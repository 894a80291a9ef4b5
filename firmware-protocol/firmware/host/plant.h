// A tiny simulated bench for the host build: the ESC signal in, a motor and propeller with a first-order
// spin-up, and what the sensors would report (bridge ADC counts, divider and current-sensor pin voltages,
// rpm pulses, a thermistor). Just enough physics to make the numbers move the right way; the virtual bench
// in server/sim is the detailed model.
#pragma once

#include <stdint.h>

#include "../core/config.h"

namespace host {

class Plant {
 public:
  explicit Plant(const db::Config& cfg);
  /** ESC signal: pulse width in us, 0 for no pulses. */
  void setPulse(uint16_t us) { pulseUs_ = us; }
  void step(double dtS, uint32_t nowUs);

  /** True when the bridge ADC finished a conversion since the last call (at its own rate). */
  bool conversion(uint32_t nowUs, int32_t* counts);
  uint16_t voltageCounts() const;
  uint16_t currentCounts() const;
  uint16_t thermistorCounts() const;
  void rpmPulses(uint32_t* count, uint32_t* lastEdgeUs) const {
    *count = pulses_;
    *lastEdgeUs = lastEdgeUs_;
  }

  double throttle() const;
  double rpm() const { return rpm_; }
  double thrustN() const;
  double currentA() const;
  double voltageV() const;

 private:
  uint16_t toCounts(double pinV) const;

  db::Config cfg_;
  uint16_t pulseUs_ = 0;
  double rpm_ = 0;
  double revs_ = 0;
  uint32_t pulses_ = 0;
  uint32_t lastEdgeUs_ = 0;
  uint32_t nextConversionUs_ = 0;
  bool started_ = false;
  uint32_t noise_ = 12345;
};

}  // namespace host
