// The virtual bench: the simulated firmware (firmware.ts) wired to its sensors (sensors.ts) and the physical
// truth (truth.ts), on a device clock that tests step by hand (`advance(ms)`) or that follows real time
// (`startRealtime()`). Bytes from the host go in through `receive`; bytes to the host come out through the
// output callback, one chunk per main-loop tick (as a USB serial adapter would batch them). Everything random
// comes from one seeded generator, so a seed and a sequence of inputs reproduce a run exactly.

import { performance } from 'node:perf_hooks';
import type { FaultCode } from '../../firmware-protocol/src/messages.js';
import type { RigSpec } from '../model/rig-types.js';
import { DEFAULT_OPEN_RIG } from './default-rigs.js';
import type { FaultOptions, InjectedFault, InjectedFaultKind } from './faults.js';
import { Firmware, type FirmwareBugs, type FirmwareEvent, type FirmwareStats, type FwMode, type FwTransition } from './firmware.js';
import { Prng } from './prng.js';
import { SensorBank } from './sensors.js';
import { parseSimConstants, type SimConstants } from './sim-constants.js';
import { TruthModel, type DuctFactors, type TruthState } from './truth.js';

/** The main loop and the physics both run on this step, in microseconds. */
export const TICK_US = 500;

/** Longest stretch one real-time timer callback may simulate; a stalled event loop beyond it loses device time. */
// A stall of the process the bench shares (a loaded test machine, a GC pause) is not the host going
// silent: simulating it as silence would latch heartbeat loss in a bench whose host is fine. Cap the catch-up
// well below the 300 ms time-out; a host that really stops sending still trips it over following ticks.
const MAX_REALTIME_CATCHUP_MS = 100;
/** Longest pause between stopRealtime and startRealtime that the device lives through. */
const MAX_PAUSE_CATCHUP_MS = 10000;

export const SIM_FIRMWARE_NAME = 'vbench';
export const SIM_FIRMWARE_VERSION = '1.0.0';
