def _half_perturbed(mesh: Mesh, amount: float) -> Mesh:
    """Nodes with x > 1/2 moved at random: the cubes left of it keep 12 edges of one
    length (ties of the longest edge in three directions), the cells right of it not."""
    moved = _perturbed(mesh, amount, 9)
    pts = np.where(mesh.points[:, :1] > 0.5, moved.points, mesh.points)
    return Mesh(pts, mesh.blocks, mesh.region_names, mesh.dim)


MESHES = {
    "tet": lambda: _perturbed(tet_box((5, 4, 3), size=(1.0, 0.8, 0.6)), 0.03),
    "tet structured": lambda: tet_box((4, 3, 3), size=(1.0, 0.75, 0.75)),
    "tet two media": lambda: _perturbed(tet_box((5, 4, 3), size=(1.0, 0.8, 0.6)), 0.03, 1,
                                        two_media=True),
    "tet10": lambda: _perturbed(tet10_box((3, 2, 2), size=(1.0, 0.7, 0.6)), 0.01, 8),
    "hex": lambda: _perturbed(hex_box((5, 4, 3), size=(1.0, 0.8, 0.6)), 0.02, 2),
    "hex structured": lambda: hex_box((4, 3, 3)),
    "hex half structured": lambda: _half_perturbed(hex_box((6, 3, 3)), 0.02),
    "wedge": lambda: _perturbed(wedge_box((4, 3, 2)), 0.02, 3),
    "pyramid": lambda: _perturbed(pyramid_box((3, 2, 2)), 0.02, 4),
    "hex+wedge": lambda: _perturbed(mixed_hex_wedge((4, 3, 2)), 0.02, 5, two_media=True),
    "triangle 2D": lambda: _perturbed(tri_square((6, 5)), 0.02, 6),
    "quad 2D": lambda: quad_square((6, 5)),
}
_BUILT = {}


def _mesh(name):
    if name not in _BUILT:
        mesh = MESHES[name]()
        _BUILT[name] = (mesh, build_topology(mesh))
    return _BUILT[name]


def _speeds(mesh):
    return np.where(mesh.region == 2, 1481.0, 343.0)


SETTINGS = {
    "variable": AdviceSettings(),
    "variable p<=3": AdviceSettings(max_order=3, target=0.05),
    "fixed p=2": AdviceSettings(order=2),
    "plain 1D": AdviceSettings(correction_3d=False, max_order=5),
    "fixed p=1 distance": AdviceSettings(order=1, distance=3.0, correction_3d=False),
}


def _both(monkeypatch, fn):
    """(numpy result, compiled result) of fn()."""
    monkeypatch.setenv("MESHCHECK_KERNELS", "numpy")
    ref = fn()
    monkeypatch.setenv("MESHCHECK_KERNELS", "numba")
    assert kernels.use_compiled(1)
    return ref, fn()


def _same(a, b, what):
    a, b = np.asarray(a), np.asarray(b)
    assert a.shape == b.shape and a.dtype == b.dtype, what
    if a.dtype.kind == "f":
        assert np.array_equal(np.isnan(a), np.isnan(b)), what
        assert np.allclose(a, b, rtol=1e-12, atol=0.0, equal_nan=True), what
    else:
        assert np.array_equal(a, b), what


ADVICE_FIELDS = ("cell_limit", "cell_size", "cell_distance", "cell_speed", "edge_limit",
                 "edge_order", "cell_order", "target_size", "refine", "coarsen")


def _fmax(mesh, topo, settings):
    """An upper frequency at which some cells need refining and some do not."""
    adv = advise(mesh, topo, _speeds(mesh), 1000.0, settings)
    return float(np.median(adv.cell_limit[:, settings.allowed_order - 1]))


@pytest.mark.parametrize("setting", list(SETTINGS))
@pytest.mark.parametrize("name", list(MESHES))
def test_advise_and_sweep_equal_the_numpy_reference(monkeypatch, name, setting):
    mesh, topo = _mesh(name)
    s = SETTINGS[setting]
    monkeypatch.setenv("MESHCHECK_KERNELS", "numpy")
    fmax = _fmax(mesh, topo, s)
    ref, got = _both(monkeypatch, lambda: advise(mesh, topo, _speeds(mesh), fmax, s))
    if name not in ("tet structured", "hex structured", "quad 2D"):  # (all cells alike)
        assert 0 < ref.refine.sum() < mesh.n_cells  # both outcomes present
    for field in ADVICE_FIELDS:
        _same(getattr(ref, field), getattr(got, field), field)
    # frequencies unsorted, repeated, some equal to cell limits (ties at the bin edges)
    rng = np.random.default_rng(7)
    f = np.concatenate([rng.uniform(0.1, 2.0, 40) * fmax, [fmax, fmax],
                        rng.choice(ref.cell_limit.ravel(), 12)])
    rs, gs = _both(monkeypatch, lambda: sweep(mesh, topo, ref, f))
    for field in ("frequencies", "order_counts", "ready", "dofs"):
        _same(getattr(rs, field), getattr(gs, field), field)
    assert rs.condensed_fixed == gs.condensed_fixed
    # the compiled advice keeps one row of limits per longest edge, shared by its cells:
    # every row used, the sweep, mesh and region limits those of the per-cell table
    assert ref.limit_row is None and got.limit_row is not None
    assert np.array_equal(np.unique(got.limit_row), np.arange(len(got.limit_rows)))
    if name.startswith("tet"):
        assert len(got.limit_rows) < 0.8 * mesh.n_cells
    import meshcheck.advice as A
    for p in range(1, ref.pmax + 1):
        _same(ref.limit_at(p), got.limit_at(p), f"limit at {p}")
        _same(ref.limit_at(p, np.float32), got.limit_at(p, np.float32), f"float32 at {p}")
        with monkeypatch.context() as m:  # the shared rows gathered 7 cells at a time
            m.setattr(A, "_TAKE_CHUNK", 7)
            _same(ref.limit_at(p), got.limit_at(p), f"limit at {p}, chunks")
    _same(ref.mesh_limit, got.mesh_limit, "mesh limit")
    for region in (mesh.region, np.arange(mesh.n_cells) % 3):  # runs, scattered
        want, have = ref.region_limit(region), got.region_limit(region)
        assert want.keys() == have.keys()
        for tag in want:
            _same(want[tag], have[tag], f"region {tag}")
    for rows in _both(monkeypatch, lambda: sweep(mesh, topo, got, f)):  # both paths
        for field in ("order_counts", "ready", "dofs"):
            _same(getattr(rs, field), getattr(rows, field), field)
    for q in (1, s.max_order):
        _same(cell_orders_at(ref.cell_limit, fmax, q),
              cell_orders_at(got.limit_rows, fmax, q, got.limit_row), "orders")
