@pytest.mark.parametrize("correction", [True, False], ids=["default", "plain"])
@pytest.mark.parametrize("name", ["quads 2D", "triangles 2D", "pyramids"])
def test_kinds_without_a_correction_row_keep_the_1d_model(name, correction):
    # no fitted factor for these kinds: with or without the correction the limit of the
    # mesh is the 1D model's at its longest edge, f = c (kh)_max(p, L/h) / (2 pi h)
    mesh, h, L = _uncorrected_meshes()[name]
    res = audit(mesh, AuditSettings((100.0,), AdviceSettings(max_order=4,
                                                             correction_3d=correction), speed=C))
    for p in (1, 2, 4):
        expected = C * _first_crossing(p, L / h, 0.01) / (2 * np.pi * h)
        assert res.advice.mesh_limit[p - 1] == pytest.approx(expected, rel=2e-3)


TET_MESHES = {"split bricks": lambda: tet_box((4, 3, 3), size=(1.2, 0.9, 0.6)),
              "gmsh unstructured": _gmsh_tets}
_TET_AUDITS = {}


def _tet_audit(name: str):
    """(mesh, audit with the default AdviceSettings, plain-model audit), computed once."""
    if name not in _TET_AUDITS:
        mesh = TET_MESHES[name]()
        _TET_AUDITS[name] = (mesh, audit(mesh, AuditSettings((100.0,), speed=C)),
                             audit(mesh, AuditSettings((100.0,), AdviceSettings(
                                 correction_3d=False), speed=C)))
    return _TET_AUDITS[name]


def _longest_edges(mesh):
    """(n,) length and (n, 3) unit direction of each tetrahedron's longest edge."""
    t = mesh.blocks[0].cells
    pairs = np.array([(0, 1), (0, 2), (0, 3), (1, 2), (1, 3), (2, 3)])
    vec = mesh.points[t[:, pairs[:, 1]]] - mesh.points[t[:, pairs[:, 0]]]
    length = np.linalg.norm(vec, axis=2)
    h = length.max(axis=1)
    return h, vec[np.arange(len(t)), np.argmax(length, axis=1)] / h[:, None]


def test_default_settings_apply_the_3d_correction():
    assert AdviceSettings().correction_3d is True
    assert AuditSettings((100.0,)).advice.correction_3d is True


@pytest.mark.parametrize("p", [1, 2, 4, 8])
@pytest.mark.parametrize("name", list(TET_MESHES))
def test_default_limit_is_the_1d_model_on_edges_a_times_shorter(name, p):
    # docs/validation.md: with the correction (on by default) the 1D model sees an edge of
    # length h as a*h long, f = c (kh)_max(p, L/(a h)) / (2 pi a h) = f_plain(a h), with
    # a = a_free + w (a_aligned - a_free), w = max(0, s - s_free) / (1 - s_free) and s from
    # the largest eigenvalue lam of mean(d d^T) over the cells' longest-edge directions d,
    # s = (3 lam - 1) / 2.  Split bricks: every d is the brick diagonal (s = 1, a_aligned);
    # gmsh tetrahedra point every way (s below s_free, a_free).  The longest edge of the
    # mesh governs (one speed, one L = the box diagonal).  (kh)_max is the 1D model's
    # first crossing as tabulated by meshcheck.dispersion.usable_kh (checked against root
    # finding in test_dispersion.py); root finding here instead would also test the
    # table's interpolation in L/h, which near a thin stop band (p >= 3) can be off by a
    # few per cent (gmsh mesh, p = 8: 1.9 %, the jump of (kh)_max above 3 pi).
    mesh, default, plain = _tet_audit(name)
    h, d = _longest_edges(mesh)
    lam = np.linalg.eigvalsh(d.T @ d / len(d))[-1]
    s = float(np.clip((3.0 * lam - 1.0) / 2.0, 0.0, 1.0))
    assert s > 0.99 if name == "split bricks" else s < 0.25
    s_free, rows = SIZE_FACTOR_TABLE["tetra"]
    a_free, a_aligned = rows[0.01][0][p - 1], rows[0.01][1][p - 1]
    a = a_free + max(0.0, s - s_free) / (1.0 - s_free) * (a_aligned - a_free)
    L = float(np.linalg.norm(np.ptp(mesh.points, axis=0)))
    hmax = float(h.max())
    kh = usable_kh(0.01, 12).max_kh
    f_plain = C * float(kh(p, L / hmax)) / (2 * np.pi * hmax)
    f_corr = C * float(kh(p, L / (a * hmax))) / (2 * np.pi * a * hmax)
    assert plain.advice.mesh_limit[p - 1] == pytest.approx(f_plain, rel=LIMIT_RTOL)
    assert default.advice.mesh_limit[p - 1] == pytest.approx(f_corr, rel=LIMIT_RTOL)
    # a < 1 for tetrahedra: the 3D meshes did better than the 1D model, the limit rises
    assert f_corr > 1.1 * f_plain


def test_limits_monotone_in_order_and_advice_in_frequency():
    mesh = tet_box((4, 3, 3), size=(1.0, 0.7, 0.7))
    f = np.linspace(50, 3000, 60)
    res = audit(mesh, AuditSettings(tuple(f), AdviceSettings(max_order=8), speed=C))
    assert np.all(np.diff(res.advice.cell_limit, axis=1) >= 0)
    counts = res.sweep.order_counts
    # number of cells needing more than order p never decreases with frequency
    above = counts[:, ::-1].cumsum(axis=1)[:, ::-1]
    assert np.all(np.diff(above, axis=0) >= 0)
    assert np.all(np.diff(res.sweep.dofs) >= 0)
    assert counts.sum(axis=1).tolist() == [mesh.n_cells] * len(f)


def test_same_mesh_in_millimetres_gives_same_limits(tmp_path):
    m = tet_box((3, 2, 2), size=(0.9, 0.6, 0.6))
    cells = [("tetra", m.blocks[0].cells)]
    meshio.write(tmp_path / "m.vtu", meshio.Mesh(m.points, cells))
    meshio.write(tmp_path / "mm.vtu", meshio.Mesh(m.points * 1000.0, cells))
    s = AuditSettings((500.0,), AdviceSettings(order=2))
    a = audit(read_mesh(tmp_path / "m.vtu", "m"), s)
    b = audit(read_mesh(tmp_path / "mm.vtu", "mm"), s)
    assert np.allclose(a.advice.cell_limit, b.advice.cell_limit, rtol=1e-12)


def test_limits_scale_with_sound_speed():
    # closed form: at fixed kh and L/h, f = c kh / (2 pi h) is proportional to c
    mesh = tet_box((3, 3, 3))
    air = audit(mesh, AuditSettings((100.0,), speed=343.0))
    water = audit(mesh, AuditSettings((100.0,), speed=1481.0))
    assert np.allclose(water.advice.mesh_limit / air.advice.mesh_limit, 1481.0 / 343.0)


def test_region_speed_override_by_name():
    mesh = tet_box((2, 2, 2))
    res = audit(mesh, AuditSettings((100.0,), speed=343.0, region_speeds={"air": 686.0}))
    assert np.allclose(res.advice.cell_speed, 686.0)


@pytest.mark.parametrize("p", [1, 2])
def test_target_size_is_the_size_that_passes(p):
    # a uniform hex grid with edges at the advised target size carries fmax, one a bit
    # coarser does not
    f = 400.0
    probe = audit(hex_box((2, 2, 2)), AuditSettings((f,), AdviceSettings(order=p), speed=C,
                                                      ))
    # the target depends on L; build meshes of the same extent L (1 m cube)
    h = float(probe.advice.target_size[0])
    n_ok = int(np.ceil(1.0 / h))
    ok = audit(hex_box((n_ok,) * 3), AuditSettings((f,), AdviceSettings(order=p), speed=C))
    assert ok.ready
    n_bad = max(1, int(np.floor(1.0 / h * 0.9)))
    bad = audit(hex_box((n_bad,) * 3), AuditSettings((f,), AdviceSettings(order=p), speed=C))
    assert not bad.ready
    assert bad.advice.refine.all()


def test_fixed_order_refine_region_is_the_coarse_part():
    # two blocks glued conformingly: fine (h = 0.05) and coarse (h = 0.25) in x
    xs = np.concatenate([np.linspace(0, 0.5, 11), np.linspace(0.5, 1.5, 5)[1:]])
    ys = np.linspace(0, 0.1, 3)
    X, Y, Z = np.meshgrid(xs, ys, ys, indexing="ij")
    pts = np.column_stack([X.ravel(), Y.ravel(), Z.ravel()])
    from meshes import grid_hexes
    from meshcheck.mesh import CellBlock, Mesh
    hexes = grid_hexes((len(xs) - 1, 2, 2))
    mesh = Mesh(pts, (CellBlock("hexahedron", hexes, np.ones(len(hexes))),))
    res = audit(mesh, AuditSettings((600.0,), AdviceSettings(order=2), speed=C))
    centre_x = mesh.centroids[:, 0]
    assert res.advice.refine[centre_x > 0.5].all()
    assert not res.advice.refine[centre_x < 0.5].any()
    assert len(res.refine_clusters) == 1 and res.refine_clusters[0].cells == 4 * 4


def test_cell_limit_is_min_over_its_edges_with_two_media():
    # the longest-edge shortcut must equal the edge-by-edge minimum, also at an interface of
    # two media where an edge takes the lower speed of its cells
    from meshcheck.dispersion import usable_kh
    from meshcheck.mesh import CellBlock, Mesh
    from meshcheck.topology import build_topology
    rng = np.random.default_rng(1)
    base = tet_box((4, 3, 3), size=(1.0, 0.8, 0.6))
    pts = base.points + rng.uniform(-0.02, 0.02, base.points.shape)
    cells = base.blocks[0].cells
    region = np.where(base.centroids[:, 0] < 0.5, 1, 2)
    mesh = Mesh(pts, (CellBlock("tetra", cells, region),), {1: "air", 2: "water"})
    # correction_3d=False: the brute force below is the plain 1D model edge by edge
    res = audit(mesh, AuditSettings((300.0,), AdviceSettings(max_order=8, correction_3d=False),
                                    region_speeds={"air": 343.0, "water": 1481.0}))
    topo = build_topology(mesh)
    c_cell = np.where(region == 1, 343.0, 1481.0)
    L = topo.cell_extent()
    edge_c = topo.edges.from_cells(c_cell, np.minimum)
    edge_L = topo.edges.from_cells(L, np.maximum)
    h = topo.edges.length
    table = usable_kh(0.01, 12)
    brute = np.stack([[(edge_c * table.max_kh(q, edge_L / h) / (2 * np.pi * h))[e].min()
                       for e in topo.edges.cell_edges[0]] for q in range(1, 9)], axis=1)
    brute = np.maximum.accumulate(brute, axis=1)  # the advisor's limits never drop with p
    assert np.allclose(res.advice.cell_limit[:, :8], brute, rtol=LIMIT_RTOL)


@pytest.mark.parametrize("mode", ["numpy", pytest.param("numba", marks=pytest.mark.skipif(
    not kernels.available(), reason="numba not installed"))])
def test_orders_on_threads_give_the_serial_result(monkeypatch, mode):
    # above 100k edges the orders (numpy) or the ranges of edges and cells (compiled
    # kernels, in threads.pieces) are computed on a thread pool; the result must be the
    # same array for array as one after the other, and as the compiled kernels given the
    # whole range at once
    import meshcheck.advice as A

    monkeypatch.setenv("MESHCHECK_KERNELS", mode)
    mesh = tet_box((26, 26, 26), size=(2.0, 1.5, 1.0))
    from meshcheck.topology import build_topology
    topo = build_topology(mesh)
    assert len(topo.edges) > 100_000
    speeds = np.full(mesh.n_cells, C)
    split = []
    real = A.pieces
    monkeypatch.setattr(A, "pieces", lambda n, par=True: split.append(real(n, par)) or split[-1])
    par = A.advise(mesh, topo, speeds, 900.0, AdviceSettings(max_order=8))
    assert (max(map(len, split), default=1) >= 4) == (mode == "numba" and threads.workers() > 1)
    monkeypatch.setattr(A, "thread_map", lambda fn, items, parallel=True: [fn(x) for x in items])
    ser = A.advise(mesh, topo, speeds, 900.0, AdviceSettings(max_order=8))
    monkeypatch.setattr(A, "pieces", lambda n, par=True: [(0, n)])
    whole = A.advise(mesh, topo, speeds, 900.0, AdviceSettings(max_order=8))
    for name in ("cell_limit", "edge_limit", "edge_order", "cell_order", "target_size"):
        assert np.array_equal(getattr(par, name), getattr(ser, name)), name
        assert np.array_equal(getattr(par, name), getattr(whole, name)), name


@pytest.mark.parametrize("mode", ["numpy", "numba"])
def test_audit_drops_the_edge_limits_only(monkeypatch, mode):
    # the audit does not keep the per-edge limits (no report uses them); every other
    # field of its advice is the one advise gives with them
    from dataclasses import fields

    from meshcheck.advice import advise
    from meshcheck.pipeline import AuditSettings, audit
    from meshcheck.topology import build_topology

    if mode == "numba":
        pytest.importorskip("numba")
    monkeypatch.setenv("MESHCHECK_KERNELS", mode)
    mesh = tet_box((5, 4, 3), size=(2.0, 1.5, 1.0))
    res = audit(mesh, AuditSettings((700.0,)))
    full = advise(mesh, build_topology(mesh), res.advice.cell_speed, 700.0,
                    res.settings.advice)
    assert res.advice.edge_limit is None and full.edge_limit.shape == (len(res.topology.edges),)
    for f in fields(full):
        if f.name not in ("edge_limit", "settings"):
            a, b = getattr(res.advice, f.name), getattr(full, f.name)
            assert (a is None and b is None) or np.array_equal(a, b, equal_nan=True), f.name


@pytest.mark.parametrize("n", [1, 7, 256, 257, 1000, 5 * 256 + 3])
def test_column_min_equals_numpy_min_over_rows(n):
    from meshcheck.advice import column_min

    rng = np.random.default_rng(n)
    a = rng.random((n, 12)) * 1e3
    assert np.array_equal(column_min(a), a.min(axis=0))
    a[rng.integers(n), 4] = np.nan  # NaN propagates as in np.min
    a[rng.integers(n), 7] = -np.inf
    assert np.array_equal(column_min(a), a.min(axis=0), equal_nan=True)
    assert np.array_equal(column_min(a[n // 2:]), a[n // 2:].min(axis=0), equal_nan=True)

|---|

Which lines above run from the one containing "above = counts[:, ::-1].cumsum(axis=1)[:, ::-1]" down to the one containing "m = tet_box((3, 2, 2), size=(0.9, 0.6, 0.6))"? Repeat exactly those, both ends included, and nothing else.

    above = counts[:, ::-1].cumsum(axis=1)[:, ::-1]
    assert np.all(np.diff(above, axis=0) >= 0)
    assert np.all(np.diff(res.sweep.dofs) >= 0)
    assert counts.sum(axis=1).tolist() == [mesh.n_cells] * len(f)


def test_same_mesh_in_millimetres_gives_same_limits(tmp_path):
    m = tet_box((3, 2, 2), size=(0.9, 0.6, 0.6))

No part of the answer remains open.